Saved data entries
*** Block opens ***

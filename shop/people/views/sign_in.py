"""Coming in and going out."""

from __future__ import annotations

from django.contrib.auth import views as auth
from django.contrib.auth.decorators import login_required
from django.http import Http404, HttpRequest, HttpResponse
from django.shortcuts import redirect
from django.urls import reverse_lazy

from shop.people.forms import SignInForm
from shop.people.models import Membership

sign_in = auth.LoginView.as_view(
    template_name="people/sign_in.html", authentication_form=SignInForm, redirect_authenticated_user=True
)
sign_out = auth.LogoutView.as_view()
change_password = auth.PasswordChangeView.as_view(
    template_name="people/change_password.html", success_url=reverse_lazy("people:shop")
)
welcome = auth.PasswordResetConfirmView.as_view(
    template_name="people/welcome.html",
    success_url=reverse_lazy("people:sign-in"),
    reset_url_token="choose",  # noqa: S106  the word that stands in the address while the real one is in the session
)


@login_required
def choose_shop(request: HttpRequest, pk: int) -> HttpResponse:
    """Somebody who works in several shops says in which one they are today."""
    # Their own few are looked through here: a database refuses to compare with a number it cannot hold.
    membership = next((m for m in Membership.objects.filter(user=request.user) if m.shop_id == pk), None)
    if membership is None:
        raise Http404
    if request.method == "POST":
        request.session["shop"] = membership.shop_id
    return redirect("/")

*** Block closes ***
*** Block opens ***

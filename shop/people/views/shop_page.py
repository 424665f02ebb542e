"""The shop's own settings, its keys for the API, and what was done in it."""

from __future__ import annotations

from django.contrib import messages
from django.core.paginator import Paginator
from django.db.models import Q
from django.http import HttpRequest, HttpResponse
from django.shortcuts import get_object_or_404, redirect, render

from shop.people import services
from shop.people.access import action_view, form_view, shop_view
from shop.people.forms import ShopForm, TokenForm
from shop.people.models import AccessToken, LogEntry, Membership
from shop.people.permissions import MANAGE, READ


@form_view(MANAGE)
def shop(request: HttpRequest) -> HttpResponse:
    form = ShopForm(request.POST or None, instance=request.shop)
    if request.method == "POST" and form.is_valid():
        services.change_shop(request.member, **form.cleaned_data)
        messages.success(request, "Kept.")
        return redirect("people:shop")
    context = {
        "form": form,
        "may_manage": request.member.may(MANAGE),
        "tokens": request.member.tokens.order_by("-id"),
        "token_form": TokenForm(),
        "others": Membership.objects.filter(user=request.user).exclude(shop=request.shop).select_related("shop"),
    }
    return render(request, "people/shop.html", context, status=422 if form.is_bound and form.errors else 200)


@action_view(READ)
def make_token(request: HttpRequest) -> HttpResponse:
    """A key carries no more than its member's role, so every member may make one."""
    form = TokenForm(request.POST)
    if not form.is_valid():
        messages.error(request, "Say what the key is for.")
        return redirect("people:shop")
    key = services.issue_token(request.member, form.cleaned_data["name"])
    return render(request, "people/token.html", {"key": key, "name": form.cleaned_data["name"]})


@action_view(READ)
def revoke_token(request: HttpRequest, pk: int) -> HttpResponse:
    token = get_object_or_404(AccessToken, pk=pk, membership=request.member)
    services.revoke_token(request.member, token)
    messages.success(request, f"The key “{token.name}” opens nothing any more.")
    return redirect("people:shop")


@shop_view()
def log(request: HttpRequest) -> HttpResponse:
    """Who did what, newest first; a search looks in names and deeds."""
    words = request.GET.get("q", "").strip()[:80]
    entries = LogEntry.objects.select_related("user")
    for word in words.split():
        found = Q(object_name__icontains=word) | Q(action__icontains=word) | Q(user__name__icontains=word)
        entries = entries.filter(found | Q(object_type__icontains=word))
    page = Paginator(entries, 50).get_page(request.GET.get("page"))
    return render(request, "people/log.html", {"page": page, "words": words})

*** Block closes ***
*** Block opens ***

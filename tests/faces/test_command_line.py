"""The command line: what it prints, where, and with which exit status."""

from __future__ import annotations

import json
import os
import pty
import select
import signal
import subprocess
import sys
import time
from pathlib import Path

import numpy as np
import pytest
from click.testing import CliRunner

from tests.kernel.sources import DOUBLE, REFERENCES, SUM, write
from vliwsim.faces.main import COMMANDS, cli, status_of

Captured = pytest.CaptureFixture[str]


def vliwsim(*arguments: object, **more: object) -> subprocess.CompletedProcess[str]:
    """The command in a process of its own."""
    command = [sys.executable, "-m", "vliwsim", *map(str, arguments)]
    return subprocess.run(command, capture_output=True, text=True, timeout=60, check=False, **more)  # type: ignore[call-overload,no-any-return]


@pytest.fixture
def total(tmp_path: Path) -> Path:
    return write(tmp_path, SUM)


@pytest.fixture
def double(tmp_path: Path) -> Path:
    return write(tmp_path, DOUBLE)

*** Block closes ***

YOUR INSTRUCTIONS
Restate word for word only the lines above from the line containing "filename shop/people/views/sign_in.py" to the line containing "who works in", both of them included.

EXERCISE ANSWER
filename shop/people/views/sign_in.py
"""Coming in and going out."""

from __future__ import annotations

from django.contrib.auth import views as auth
from django.contrib.auth.decorators import login_required
from django.http import Http404, HttpRequest, HttpResponse
from django.shortcuts import redirect
from django.urls import reverse_lazy

from shop.people.forms import SignInForm
from shop.people.models import Membership

sign_in = auth.LoginView.as_view(
    template_name="people/sign_in.html", authentication_form=SignInForm, redirect_authenticated_user=True
)
sign_out = auth.LogoutView.as_view()
change_password = auth.PasswordChangeView.as_view(
    template_name="people/change_password.html", success_url=reverse_lazy("people:shop")
)
welcome = auth.PasswordResetConfirmView.as_view(
    template_name="people/welcome.html",
    success_url=reverse_lazy("people:sign-in"),
    reset_url_token="choose",  # noqa: S106  the word that stands in the address while the real one is in the session
)


@login_required
def choose_shop(request: HttpRequest, pk: int) -> HttpResponse:
    """Somebody who works in several shops says in which one they are today."""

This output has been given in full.